Russia can’t live with the West — and without him, too

The status of great powers and the quest for global domination has long been are Central components of the Russian system of personal power. But achieving such a status, Russia today, not only creates a universe of satellite States, as did the Soviet Union.

Resources the Kremlin has reduced, and in these conditions he often resorted to intimidation of liberal democracies, trying to force them to recognize Russia’s great-power aspirations.

At the same time, the country faces the following dilemma: how to remain a world power without depriving themselves of the opportunity to use a liberal civilization for their own purposes.

Russia has a history of using the Western world for their own purposes. Two Russian modernization, first under Peter I, and then under Stalin, carried out by Western technical and intellectual knowledge. “America helped us,” said in 1933 Stalin. But after the end of the cold war, the paradox is that liberal democracy does not help the Russian reforms, and the preservation in this country of alien Western values system.

Among the European countries, significantly helps Russia to maintain its system, a special place is held by Germany. For example, German reparations after the Second world war helped to restore the Soviet economy. Later the German Eastern policy and improving relations between the USSR and West Germany not only extended the life of the incapable regime, but also created the basis for post-Communist cooperation between Moscow and the West. Today, Germany remains the leading buyer of Russian energy resources, helping to maintain its public finances.

Some other Western States also help in the preservation of the Russian system. Britain is a hotspot of Russia to the Western financial world, and France is still actively insists on a more lenient policy toward Russia.

According to former Finance Minister Alexei Kudrin, the Russian technological backwardness is a serious “threat to sovereignty”. Indeed, it reinforces dependence on Moscow, the liberal democracies, undermining in the process not only for its great-power ambitions, but also the very independence.

Paradoxically, but interaction with the West is the guarantee of the survival of the Russian system. At the same time, trying to co-opt some elements of the Western system, Russia is weakening the West from within.

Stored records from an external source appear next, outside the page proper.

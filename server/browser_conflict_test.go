package main

import (
	"testing"

	"github.com/chromedp/chromedp/kb"
)

// Two tabs on one build: the second to save is told what differs, and neither
// loses anything.
func TestTwoTabsOnOneBuild(t *testing.T) {
	home := serveFresh(t)
	first, second := openTab(t, home, "/builds/2"), openTab(t, home, "/builds/2")

	first.reach("textbox", "Title")
	first.fill("Named in the first tab")
	first.waitKept()

	second.reach("textbox", "rated current")
	second.fill("1,75")
	second.wait("the second tab to be told", `document.querySelector("#conflict h2")`)
	second.wantWords("This build was changed elsewhere", "Named in the first tab", "1,75")
	if eval[bool](second, isKept) {
		t.Error("the second tab says kept")
	}
	if got := eval[string](second, theField); got != "1,75" {
		t.Errorf("the field of the second tab holds %q, want what was typed", got)
	}
	second.axe("a build that was changed elsewhere")
	second.picture("changed elsewhere")

	second.reachBack("button", "Take mine on top of theirs")
	second.press(kb.Enter)
	second.wait("the notice to go", `!document.querySelector("#conflict h2")`)
	second.waitKept()
	kept := eval[struct {
		Title   string
		Current float64
	}](second, `fetch("/api/builds/2").then(r => r.json()).then(d => ({title: d.title, current: d.supply.max_current}))`)
	if kept.Title != "Named in the first tab" || kept.Current != 1.75 {
		t.Errorf("kept is %+v, want what both tabs typed", kept)
	}
	if got := eval[string](second, `document.querySelector("h1 input").value`); got != "Named in the first tab" {
		t.Errorf("the second tab's title is %q, want the first tab's", got)
	}
}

Today, the Kremlin is forced to resolve conflicts between the preservation of great power status on the one hand, and the use of Western resources on the other. This conflict is evident in 2014, when Russia annexed the Crimea in an attempt to defend their right to “galaxy satellites” and in the hope that Western countries simply accept her actions. But the reaction of the West is for Moscow by surprise.

Today, the Kremlin has two tasks: to strengthen anti-Western sentiment in Russian society, and at the same time, to maintain cooperation with the West, urging liberal democracy in the benefits of cooperation with him. Meanwhile, Russia will have to find new ways to keep small neighboring countries in its sphere of influence. Russia’s annual budget is 250 billion dollars means that she is no longer able to pay subsidies to Belarus in the amount of 10-15 billion dollars.

Cooperation is the only way to solve these problems. But to confirm their win, Russia needs the West. However, the irony lies in the fact that the bombastic nationalism of transma (in his American and European versions) can create a problem for Russia in the sense that she is deprived of access to Western resources.

If the West is to resist the Russian policy, in which it simultaneously with the West and against it, Moscow will raise rates. Of course, such intervention of the Kremlin will be aimed not at the strengthening of confrontation. Its purpose will be to convince the West of necessity of cooperation on Russian conditions and that with a brawling a nuclear power to better run the game in pritvorami. In the end, isn’t this deals with the West for decades?

Lilia Shevtsova — researcher at the British Royal Institute of international Affairs Chatham house dealing with Russia and Eurasia.